Published:Sunday | September 29, 2013 | 12:00 AM

Neither Prime Minister Portia Simpson Miller nor Richard Azan, the ex-minister, should conflate the issues in Paula Llewellyn's ruling that Mr Azan was not criminally culpable with regard to his actions in the Spaldings Market scandal.

This should not be interpreted as a ruling that Mr Azan was not guilty of misbehaviour in the affair. Nor should it be seen as a pass for him to return to the Government.

Hopefully, too, Mrs Simpson Miller's sense for propriety in governance is now sharper, which should mean that Scean Barnswell will not be allowed to fester as chairman of the Clarendon Parish Council until after he has his day in court for allegedly lying to the contractor general. The malingering that attended Mr Azan won't do.

Indeed, if Mr Barnswell does not have the good sense to go, Mrs Simpson Miller, as leader of the People's National Party, of which he is a member, and on whose ticket he was elected to the local government, must make it clear that he no longer enjoys the party's support in that post.

For Mrs Simpson Miller to do otherwise would be a frivolous use of capital that would be far better spent in mobilising Jamaicans in support of the painfully tough, but necessary, policies the Government still has to implement to reverse the country's economic crisis.
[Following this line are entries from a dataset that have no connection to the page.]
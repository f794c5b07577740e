/**
 * A short buzz to confirm a tap through gloves, where the device has a vibration motor (Vibration API).
 * Patterns in ms; kept short so they never read as an alarm.
 */
export const haptic = {
  tap: 12,
  undo: [8, 40, 8],
  refused: [30, 60, 30],
} as const;

export function vibrate(pattern: number | readonly number[]): void {
  if (typeof navigator === 'undefined' || typeof navigator.vibrate !== 'function') return;
  try {
    navigator.vibrate(pattern as number | number[]);
  } catch {
    // Some browsers throw before any user activation; a missing buzz is harmless.
  }
}
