import { queryOptions, useMutation, useQuery, useQueryClient } from '@tanstack/react-query';
import {
  catalogueItemSchema, catalogueListSchema, type CatalogueItem, type CreateCatalogueItemInput,
} from '#shared/schemas/catalogue.ts';
import { api } from '@/lib/api.ts';

/** GET /api/catalogue — the unit's items (readable by every role; the service worker keeps the last answer for offline scans). */
export const getCatalogue = (includeInactive: boolean, signal?: AbortSignal) =>
  api('/api/catalogue', { query: { includeInactive: includeInactive || undefined }, schema: catalogueListSchema, signal }).then((r) => r.items);

export const catalogueQueryOptions = (includeInactive = false) => queryOptions({
  queryKey: ['catalogue', { includeInactive }],
  queryFn: ({ signal }) => getCatalogue(includeInactive, signal),
  staleTime: 5 * 60_000,
});

export function useCatalogue(includeInactive = false) {
  return useQuery(catalogueQueryOptions(includeInactive));
}

const invalidate = (qc: ReturnType<typeof useQueryClient>) => qc.invalidateQueries({ queryKey: ['catalogue'] });

/** POST /api/catalogue (admin). */
export function useCreateItem() {
  const qc = useQueryClient();
  return useMutation({
    mutationFn: (input: CreateCatalogueItemInput) => api('/api/catalogue', { method: 'POST', body: input, schema: catalogueItemSchema }),
    onSuccess: () => invalidate(qc),
  });
}

/** PUT /api/catalogue/:id (admin): the edit form sends every field. */
export function useReplaceItem() {
  const qc = useQueryClient();
  return useMutation({
    mutationFn: ({ id, input }: { id: string; input: CreateCatalogueItemInput }) =>
      api(`/api/catalogue/${encodeURIComponent(id)}`, { method: 'PUT', body: input, schema: catalogueItemSchema }),
    onSuccess: () => invalidate(qc),
  });
}

/** PATCH /api/catalogue/:id {active} (admin): take out of use, or back. */
export function useSetItemActive() {
  const qc = useQueryClient();
  return useMutation({
    mutationFn: ({ id, active }: { id: string; active: boolean }) =>
      api(`/api/catalogue/${encodeURIComponent(id)}`, { method: 'PATCH', body: { active }, schema: catalogueItemSchema }),
    onSuccess: () => invalidate(qc),
  });
}

export type { CatalogueItem };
This matter, we remind, has its genesis in Mr Azan's encouragement, facilitation even, of a private contractor to build, and rent, shops at the market in Spaldings, Clarendon, to satisfy a perceived need. Further, Mr Azan caused the rent for the shops to be collected at his party office.

WITHOUT FORMAL APPROVAL

The arrangement was without the formal approval of the Clarendon Parish Council and in clear breach of the Government's procurement rules.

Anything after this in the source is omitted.